HCN Stock: “Boring” Real Estate Stock Delivers Market Beating Returns
58% Total Return in Less Than 3 Years
The real estate industry is known for producing a steady stream of rental income. But with the right investment, it can deliver some serious total returns too.
Case in point, if an investor bought shares of Welltower Inc (NYSE:HCN) at the beginning of 2014, they would have earned a total return of 58%, assuming automatic dividend reinvestment. The S&P 500 Index, on the other hand, delivered total shareholder return of 47% during this period. (Source: “The Aging Population: Driving the Future of Health Care Real Estate,” Welltower Inc, last accessed November 22, 2017.)
Welltower is a real estate investment trust (REIT) that focuses on the healthcare industry. The company doesn’t make headlines very often, but it is one of the most dominant players in the business. Its current portfolio consists of 1,334 healthcare properties, including seniors housing properties, post-acute care facilities, and outpatient medical offices. With more than $40.0 billion in enterprise value, Welltower is the fourth-largest public real estate company in the U.S.

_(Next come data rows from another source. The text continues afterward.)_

from ttvkit.diagnosis.grading import (
    DRAWS,
    FAIL_SIGMA,
    TENSION_SIGMA,
    posterior_draws,
    probability_below,
    tension_sigma,
)
from ttvkit.errors import MissingValueError
from ttvkit.hypotheses import (
    ApsidalPrecession,
    LightTravelTime,
    MagneticBraking,
    MassTransfer,
    NBodyPerturber,
    NearResonantPerturber,
    OrbitalDecay,
    QuasiPeriodicModulation,
    SinusoidalModulation,
)
from ttvkit.physics import activity_budgets
from ttvkit.physics.binaries import (
    applegate_for_each_star,
    period_change_from_braking,
    roche_lobe_radius,
    thermal_transfer_rate,
)
from ttvkit.physics.companions import (
    hill_stable,
    light_time_companion,
    mutual_hill_separation,
    projected_orbit_size,
    romer_acceleration,
    romer_decay_rate,
    rv_visibility,
)
from ttvkit.physics.kepler import radial_velocity_semi_amplitude
from ttvkit.physics.tides import (
    QUALITY_FACTOR_FLOOR,
    general_relativity_precession,
    measured_quality_factor_floor,
    plausible_quality_factor,
    quality_factor_from_decay_rate,
    tidal_precession,
)
from ttvkit.physics.uncertain import system_draws

__all__ = ["Check", "checks_for", "CHECKS", "PHYSICAL_MODELS", "QUALITY_FACTOR_CHECK"]

#: The name of the tidal-decay check that carries the required Q'_* (read by the survey's summary).
QUALITY_FACTOR_CHECK = "tidal quality factor Q'_*"

from ttvkit.diagnosis.models import PHYSICAL_MODELS  # noqa: E402  (re-exported: the report lists them)


@dataclass(frozen=True)
class Check:
    """One physical test of one hypothesis."""

    name: str
    value: float | None
    limit: float | None
    unit: str
    outcome: str          # "pass", "tension", "fail", "note" or "untested"
    reason: str
    decisive: bool = True
    tension: float | None = None       # σ, from the Monte Carlo probability (grading.tension_sigma)
    probability: float | None = None   # that the physics allows the fitted value

    def to_dict(self) -> dict:
        """Plain-JSON form."""
        return asdict(self)


def _untested(name: str, exc: Exception) -> Check:
    return Check(name, None, None, "", "untested", f"not tested: {exc}", True)


def _systems(system, count: int = DRAWS):
    return system_draws(system, count, seed=1)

The neat thing about healthcare real estate is that the business is capable of generating solid cash flows through thick and thin. This is because the healthcare industry is essentially recession-proof. When the economy slows down, retailers might report slowing sales figures, but medical offices and seniors housing operators would still be getting a decent amount of business due to the relatively steady demand for their services.
And that steady business allows Welltower to return a tremendous amount of value to shareholders. Earlier this month, the company paid a quarterly dividend of $0.87 per share, representing its 186th consecutive quarterly payment. In other words, Welltower has been paying uninterrupted quarterly dividends for more than 46 years. (Source: “Welltower Inc. Declares Common Stock and Series I Prefered Stock Dividends,” Welltower Inc, October 26, 2017.)

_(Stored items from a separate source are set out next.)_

"""Injection and recovery: how far to trust a verdict for this table's epochs, kinds and errors.

:func:`calibrate` keeps a table's epochs, event kinds (transit, occultation,
…) and stated uncertainties, replaces its mid-times by simulated ones —
a constant period (null tables) or a constant period plus one hypothesis at
a grid of amplitudes — adds Gaussian noise (optionally ``error_scale`` times
larger than stated, to test understated errors), and runs the same
**data part** of the verdict as :func:`~ttvkit.diagnosis.diagnose` (fits,
ΔBIC against the best, BIC gain over nested hypotheses, validity domains;
:func:`~ttvkit.diagnosis.verdicts.decide`).  The physical checks are left
out: they depend on the system, not on the noise, and can only move a
"needed" hypothesis into "physically excluded" or "in tension".

It reports the false-alarm rate of every verdict (how often a hypothesis is
called *needed* on null tables), the fraction of injected signals recovered
at each amplitude and the amplitudes recovered 50% and 90% of the time
(linear interpolation in the grid), and the coverage of the 68% intervals of
dP/dt.  Amplitudes are in units of their **detectability** σ: the 1σ error
of the injected term's amplitude from the Fisher matrix of the table's own
design (for decay: of dP/dE in T0 + P E + ½ (dP/dE) E²), so "5σ" means an
amplitude five times its expected uncertainty.

The simulations run through an injected executor (anything with ``map``;
a process pool over every core by default) with a tqdm progress bar.
"""

from __future__ import annotations

import os
from concurrent.futures import ProcessPoolExecutor
from dataclasses import dataclass, field, replace

import numpy as np

from ttvkit.diagnosis.verdicts import NEEDED, bic_gain, decide
from ttvkit.errors import InputError
from ttvkit.hypotheses import TimingData, get_hypothesis
from ttvkit.hypotheses.ephemerides import MS_PER_YR_PER_S_PER_S
from ttvkit.inference.excess_noise import decide_excess_noise
from ttvkit.inference.fitting import compare

__all__ = ["CalibrationOptions", "Calibration", "calibrate", "CALIBRATION_HYPOTHESES", "detectability"]

#: The hypotheses calibrated by default: every fast single hypothesis except the light-travel time,
#: whose Kepler solve makes each fit about ten times slower (pass it in ``hypotheses`` to include it).
CALIBRATION_HYPOTHESES = ("constant-period", "orbital-decay", "apsidal-precession", "sinusoidal-modulation",
                          "near-resonant-perturber")


@dataclass(frozen=True, kw_only=True)
class CalibrationOptions:
    """What :func:`calibrate` simulates.

    Attributes
    ----------
    n_null : int
        Null (constant-period) tables.
    n_per_amplitude : int
        Tables per injected amplitude.
    amplitudes : tuple of float
        Injected amplitudes in units of the detectability σ (:func:`detectability`).
    inject : tuple of str
        Hypotheses injected at each amplitude: ``orbital-decay`` (dP/dE),
        ``sinusoidal-modulation``, ``near-resonant-perturber`` (outer, j = 2)
        and ``apsidal-precession`` (each a semi-amplitude of the O−C, turning
        once in half the baseline).
    hypotheses : tuple of str
        Fitted to every simulated table (the constant period and the injected
        hypotheses are always added).
    error_scale : float
        True scatter ÷ stated uncertainty (1.5: errors understated by 1.5×).
    likelihood : Likelihood or None
        Gaussian by default; ``Likelihood(jitter=True)`` fits an excess white noise.
    excess_noise : bool
        Decide on each simulated table, as ``diagnose`` does on the real one, whether its scatter
        needs excess-noise terms (:func:`~ttvkit.inference.excess_noise.decide_excess_noise`), so
        that the calibration runs the same verdict (True by default).
    seed : int
    sampled : bool
        Sample every simulated table's posteriors too (emcee, ``n_steps`` per walker), as
        ``diagnose`` does by default; far slower.  False: least squares, as ``--no-sample``.
    n_steps : int
    """

    n_null: int = 200
    n_per_amplitude: int = 200
    amplitudes: tuple = (1.0, 2.0, 3.0, 5.0, 8.0)
    inject: tuple = ("orbital-decay",)
    hypotheses: tuple = CALIBRATION_HYPOTHESES
    error_scale: float = 1.0
    likelihood: object = None
    excess_noise: bool = True
    seed: int = 0
    sampled: bool = False
    n_steps: int = 2000

    def __post_init__(self):
        if self.n_null < 1 or self.n_per_amplitude < 0:
            raise InputError("calibration needs at least one null table and a non-negative count per amplitude")
        if self.sampled and self.n_steps < 100:
            raise InputError(f"a sampled calibration needs at least 100 steps per walker (got {self.n_steps})")
        if not self.error_scale > 0:
            raise InputError(f"error_scale must be positive (got {self.error_scale})")
        for name in self.inject:
            if name not in _INJECTORS:
                raise InputError(f"cannot inject {name!r}; known: {', '.join(_INJECTORS)}")


@dataclass
class Calibration:
    """Injection–recovery results for one table's design.

    Attributes
    ----------
    false_alarms : dict
        Hypothesis → fraction of null tables on which it was called needed;
        ``"any"`` → fraction with any non-constant hypothesis needed.
    null_verdicts : dict
        Hypothesis → {verdict: count} on the null tables.
    recovery : dict
        Injected hypothesis → list of (amplitude σ, fraction called needed).
    thresholds : dict
        Injected hypothesis → {"50%": amplitude σ or None, "90%": …}.
    coverage : float or None
        Fraction of decay fits whose 68% interval of dP/dt holds the truth.
    n_null, n_per_amplitude : int
    amplitude_unit : dict
        Injected hypothesis → (value of 1σ detectability, unit).
    """

    false_alarms: dict
    null_verdicts: dict
    recovery: dict
    thresholds: dict
    coverage: float | None
    n_null: int
    n_per_amplitude: int
    amplitude_unit: dict
    settings: dict = field(default_factory=dict)

    def sigma_size(self, name: str) -> str:
        """One σ of detectability of injected ``name`` in an observer's units (ms/yr of dP/dt for a
        decay, seconds of semi-amplitude for a modulation)."""
        value, unit = self.amplitude_unit[name]
        period = self.settings.get("period")
        if unit == "d/epoch" and period:      # dP/dE → dP/dt = (dP/dE) / P
            return f"{value / period * MS_PER_YR_PER_S_PER_S:.3g} ms/yr of dP/dt"
        if unit == "d":
            return f"{value * 86400:.3g} s of semi-amplitude"
        return f"{value:.3g} {unit}"

    def found_at(self, name: str, level: str) -> str:
        """The amplitude (σ) at which injected ``name`` is called needed ``level`` ("50%" or "90%") of
        the time, or "not reached"."""
        value = self.thresholds[name][level]
        return "not reached" if value is None else f"{value:.2g}σ"

    def to_dict(self) -> dict:
        """Plain-JSON form."""
        return {"false_alarms": self.false_alarms, "null_verdicts": self.null_verdicts,
                "recovery": {k: [list(r) for r in v] for k, v in self.recovery.items()},
                "thresholds": self.thresholds, "coverage": self.coverage, "n_null": self.n_null,
                "n_per_amplitude": self.n_per_amplitude,
                "amplitude_unit": {k: list(v) for k, v in self.amplitude_unit.items()}, "settings": self.settings}


def detectability(data: TimingData, inject: str) -> tuple[float, str]:
    """1σ Fisher error of the injected term's amplitude for this design (internal units, unit name)."""
    x = data.epoch + data.phase
    columns = [np.ones_like(x), x]
    if inject == "orbital-decay":
        columns.append(0.5 * data.epoch ** 2)
    else:
        arg = 2 * np.pi * data.period * x / _modulation_period(data)
        columns.append(np.sin(arg))
    design = np.column_stack(columns) / data.sigma[:, None]
    cov = np.linalg.pinv(design.T @ design)
    return float(np.sqrt(cov[-1, -1])), ("d/epoch" if inject == "orbital-decay" else "d")


def _modulation_period(data: TimingData) -> float:
    return max(data.span / 2.0, 20 * data.period)


def _decay_theta(data, base, amplitude):
    return np.array([base[0], base[1], amplitude])


def _modulation_theta(data, base, amplitude):
    return np.array([base[0], base[1], amplitude, 0.0, _modulation_period(data)])


def _resonance_theta(data, base, amplitude):
    """A near-resonant perturber (outer, j = 2: the hypothesis's default) whose TTV turns with the
    injected modulation's period S: 1/S = |2/P′ − 1/P| (Lithwick, Xie & Wu 2012), so P′ = 2/(1/P + 1/S)."""
    s = _modulation_period(data)
    return np.array([base[0], base[1], amplitude, 0.0, 2.0 / (1.0 / base[1] + 1.0 / s)])


def _precession_theta(data, base, amplitude):
    """Apsidal precession turning once per S: the transits' O−C is −e cos(ω0 + E dω/dE) P/π (Giménez &
    Bastero 1995, first order), a sinusoid of semi-amplitude e P/π; ω0 = π/2 makes it a sine like the
    detectability's column."""
    s = _modulation_period(data)
    return np.array([base[0], base[1], 0.0, amplitude * np.pi / base[1], 2 * np.pi * base[1] / s])


_INJECTORS = {"orbital-decay": _decay_theta, "sinusoidal-modulation": _modulation_theta,
              "near-resonant-perturber": _resonance_theta, "apsidal-precession": _precession_theta}


def _trial(job):
    """One simulated table → {hypothesis: verdict} and the decay fit's interval (picklable, top level)."""
    (data, base_theta, inject, amplitude, hypotheses, likelihood, error_scale, seed, truth_rate, excess,
     sampled, n_steps) = job
    rng = np.random.default_rng(seed)
    hyp = get_hypothesis(inject or "constant-period")
    theta = _INJECTORS[inject](data, base_theta, amplitude) if inject else base_theta
    times = hyp.predict(theta, data) + rng.normal(0.0, error_scale * data.sigma)
    sim = replace(data, time=times)
    if excess:
        likelihood = decide_excess_noise(sim, likelihood).likelihood
    comparison = compare(sim, hypotheses, likelihood, sampled=sampled, n_steps=n_steps, seed=seed % 2 ** 32,
                         progress=False, max_steps=None)   # chains of exactly n_steps: the cost is known
    verdicts = {}
    for f in comparison.fits:
        verdict, _ = decide(f.name, comparison.delta_bic(f), bic_gain(f, comparison),
                            f.hypothesis.validity(f.model_theta(), f.data), [])
        verdicts[f.name] = verdict
    covered = None
    if "orbital-decay" in hypotheses:
        est = comparison["orbital-decay"].estimate("dP_dt")
        covered = bool(est.value - est.lower <= truth_rate <= est.value + est.upper)
    return verdicts, covered


def _thresholds(rows):
    """Amplitudes (σ) where the recovered fraction first reaches 50% and 90% (linear interpolation)."""
    out = {}
    for level in (0.5, 0.9):
        value = None
        for (a0, f0), (a1, f1) in zip([(0.0, 0.0)] + rows[:-1], rows):
            if f1 >= level:
                value = a0 + (a1 - a0) * (level - f0) / (f1 - f0) if f1 > f0 else a1
                break
        out[f"{int(level * 100)}%"] = value
    return out


def calibrate(table, options: CalibrationOptions | None = None, *, executor=None, progress: bool = True,
              **changes) -> Calibration:
    """Simulate null and injected tables with this table's epochs, kinds and errors; run the verdict.

    Parameters
    ----------
    table : TimingTable or TimingData
        Only its epochs, kinds, uncertainties and mean ephemeris are used.
    options : CalibrationOptions, optional
    executor : object with ``map``, optional
        Runs the simulations (a process pool over every core by default).
    progress : bool
        Show a tqdm progress bar.
    **changes
        Fields of :class:`CalibrationOptions` to change, e.g. ``n_null=100``.

    Returns
    -------
    Calibration
    """
    from tqdm.auto import tqdm

    options = replace(options or CalibrationOptions(), **changes)
    data = table if isinstance(table, TimingData) else TimingData.from_table(table)
    # every injected hypothesis is also fitted: a signal no fitted hypothesis describes is never "recovered"
    hypotheses = tuple(dict.fromkeys(get_hypothesis(h).name for h in ("constant-period",) + tuple(options.hypotheses)
                                     + tuple(options.inject)))
    base = compare(data, ["constant-period"], progress=False)["constant-period"].model_theta()
    rng = np.random.default_rng(options.seed)
    units = {name: detectability(data, name) for name in options.inject}
    jobs, labels = [], []
    for _ in range(options.n_null):
        jobs.append((data, base, None, 0.0, hypotheses, options.likelihood, options.error_scale,
                     int(rng.integers(2 ** 63)), 0.0, options.excess_noise, options.sampled, options.n_steps))
        labels.append((None, 0.0))
    for name in options.inject:
        sigma = units[name][0]
        for amp in options.amplitudes:
            for _ in range(options.n_per_amplitude):
                # decay is injected as shrinking (dP/dE < 0); its truth in ms/yr for the coverage
                value = -amp * sigma if name == "orbital-decay" else amp * sigma
                rate = value / base[1] * MS_PER_YR_PER_S_PER_S if name == "orbital-decay" else 0.0
                jobs.append((data, base, name, value, hypotheses, options.likelihood, options.error_scale,
                             int(rng.integers(2 ** 63)), rate, options.excess_noise, options.sampled,
                             options.n_steps))
                labels.append((name, amp))
    own = executor is None
    if own:
        executor = ProcessPoolExecutor(max_workers=os.cpu_count() or 1)
    try:
        results = list(tqdm(executor.map(_trial, jobs), total=len(jobs), desc="calibration",
                            disable=not progress))
    finally:
        if own:
            executor.shutdown()
    return _summarise(results, labels, hypotheses, options, units, float(base[1]))


def _summarise(results, labels, hypotheses, options, units, period: float) -> Calibration:
    null = [v for (v, _), (name, _) in zip(results, labels) if name is None]
    others = [h for h in hypotheses if h != "constant-period"]
    false_alarms = {h: float(np.mean([v.get(h) in NEEDED for v in null])) for h in others}
    false_alarms["any"] = float(np.mean([any(v.get(h) in NEEDED for h in others) for v in null]))
    null_verdicts = {h: {} for h in hypotheses}
    for v in null:
        for h in hypotheses:
            null_verdicts[h][v[h]] = null_verdicts[h].get(v[h], 0) + 1
    recovery, thresholds = {}, {}
    for name in options.inject:
        fitted = get_hypothesis(name).name      # e.g. the resonance's fitted name carries its j
        rows = []
        for amp in options.amplitudes:
            hits = [v.get(fitted) in NEEDED for (v, _), lab in zip(results, labels) if lab == (name, amp)]
            rows.append((float(amp), float(np.mean(hits)) if hits else float("nan")))
        recovery[name], thresholds[name] = rows, _thresholds(rows)
    covered = [c for (_, c) in results if c is not None]
    return Calibration(false_alarms, null_verdicts, recovery, thresholds,
                       float(np.mean(covered)) if covered else None, options.n_null, options.n_per_amplitude,
                       units, {"error_scale": options.error_scale, "seed": options.seed, "period": period,
                               "excess_noise": options.excess_noise, "sampled": options.sampled,
                               "hypotheses": list(hypotheses), "amplitudes_sigma": list(options.amplitudes),
                               "likelihood": (options.likelihood.describe() if options.likelihood
                                              else "Gaussian")})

Since its inception, the company has delivered average annual return of 15.6%, assuming automatic reinvestment of dividends.

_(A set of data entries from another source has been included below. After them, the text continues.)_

"""Grading a physical check: the fit's posterior and the star's uncertainties, propagated by Monte Carlo.

A check draws the fitted quantity from the fit's posterior (its samples, or
the Gaussian approximation at the optimum when not sampled) and the system
from its stated uncertainties (:func:`ttvkit.physics.uncertain.system_draws`),
computes the physical quantity per draw, and reports the probability ``p``
that the physics allows it.  The tension is the two-sided Gaussian
equivalent, σ = Φ⁻¹(1 − p/2): p = 0.0027 is 3σ.  A check of something
**impossible** (energy beyond the star's output, a companion RVs would have
shown, a Q'_* below the physical floor) fails at ≥ 3σ; a check of something
**unusual** (a Q'_* outside what populations suggest) is "in tension" and
never excludes.
"""

from __future__ import annotations

import numpy as np
from scipy.stats import norm

__all__ = ["posterior_draws", "tension_sigma", "probability_below", "FAIL_SIGMA", "TENSION_SIGMA", "DRAWS"]

#: Tension (σ) at which an impossible-type check fails, and an unusual-type check is in tension
#: (3σ: common practice, no source).
FAIL_SIGMA = 3.0
TENSION_SIGMA = 3.0
#: Monte Carlo draws per check (the tail probability at 3σ, 0.0027, is then resolved to about one
#: draw in 400: coarse but enough for a screen; common practice, no source).
DRAWS = 400


def posterior_draws(fit, name: str, count: int = DRAWS, seed: int = 0) -> np.ndarray:
    """``count`` posterior draws of a parameter or derived quantity, in its reported unit."""
    theta = fit.draws(seed=seed)
    idx = np.linspace(0, theta.shape[0] - 1, min(count, theta.shape[0])).astype(int)
    theta = theta[idx]
    params = fit.hypothesis.parameters()
    names = [p.name for p in params]
    if name in names:
        i = names.index(name)
        return np.asarray(theta[:, i] * (params[i].to_display or 1.0), float)
    derived = fit.hypothesis.derived(fit.model_theta(theta), fit.data)
    return np.ravel(np.asarray(derived[name].values, float))


def tension_sigma(p_allowed: float) -> float:
    """Two-sided Gaussian-equivalent tension of a probability that the physics allows the value."""
    p = float(np.clip(p_allowed, 1e-15, 1.0))
    return float(max(0.0, norm.isf(p / 2)))


def probability_below(values, limit: float, log: bool = False) -> float:
    """P(value ≤ limit) from Monte Carlo draws.

    The fraction of draws, except in the far tails: when fewer than 5 draws
    fall on one side the fraction cannot resolve the tail (it would read 0
    and overstate the tension), so a normal distribution fitted to the draws
    (to their logarithm when ``log``, for positive quantities spread over
    decades) gives the probability instead.
    """
    v = np.asarray(values, float)
    v = v[np.isfinite(v)]
    if v.size == 0:
        return float("nan")
    below = int(np.sum(v <= limit))
    if 5 <= below <= v.size - 5:
        return below / v.size
    x, edge = (np.log(v[v > 0]), np.log(limit)) if log and limit > 0 else (v, limit)
    spread = float(np.std(x))
    if x.size < 2 or spread == 0:
        return below / v.size
    return float(norm.cdf((edge - float(np.mean(x))) / spread))
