"""Physical checks of each fitted timing hypothesis against the actual system.

Each function takes a fitted result (its :class:`~ttvkit.inference.results.Estimate` of
each parameter and derived quantity), the term it checks and the :class:`~ttvkit.physics.System`
and returns :class:`Check` records: the value, the limit, the outcome and
the reason in words.  A check whose inputs are missing from the system is
``untested`` and says what is missing.  ``decisive`` checks can exclude a
hypothesis; the others are notes for the reader.

The rules (ours; each is a plausibility screen, not a proof):

* **modulation** — excluded when even the more lenient of the thin- and
  finite-shell Applegate models needs more energy than the star radiates
  over one modulation period, or predicts a luminosity change larger than
  the star's observed variability;
* **decay** — excluded when the period grows by more than 2σ (tides of a
  star spinning slower than the orbit only shrink it), or when even the
  slowest decay within 2σ needs a Q'_* below the documented range;
* **precession** — excluded when the eccentricity exceeds the system's
  limit, or the rate exceeds 3× the GR + tidal expectation (Love numbers are
  uncertain by about that factor) beyond 3σ;
* **light-travel time** — excluded when the companion's RV signal would
  already have been seen (:func:`~ttvkit.physics.companions.light_time_companion`);
* **near-resonant perturber** — excluded when the two orbits are not Hill
  stable (Gladman 1993) or the perturber's RV signal would have been seen.
"""

from __future__ import annotations

from dataclasses import asdict, dataclass

import astropy.units as u
import numpy as np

Usually, when a solid dividend-paying company achieves this kind of track record, investors would rush towards it and bid up its price. However, Welltower stock is not really expensive and can still offer a decent income opportunity. Trading at $68.39 apiece, the company provides an annual dividend yield of 5.1%, which more than doubles the average yield of S&P 500 companies right now.
Bigger Payouts Are Likely on the Way
Despite its generous dividends, the company still has plenty of room for future payout increases. In the first nine months of 2017, Welltower generated normalized funds from operations (FFO) of $3.19 per share while paying total dividends of $2.61 per share. That translates to a normalized FFO payout ratio of 82%, leaving a margin of safety. (Source: “Welltower Reports Third Quarter 2017 Results,” Welltower Inc, November 7, 2017.)
Welltower is also well positioned to capitalize on a major demographic trend: population aging. According to the U.S. Census Bureau, the number of Americans age 85 and over is expected to double in the next 20 years. National Health Expenditure data suggests that the population aged 85 and up has a per-capital healthcare spending of $34,000 per year, nearly five times the total population average of $7,100. (Source: Ibid.)
With a high quality healthcare real estate portfolio and powerful demographic tailwinds, Welltower will likely deliver increasing returns to shareholders for decades to come.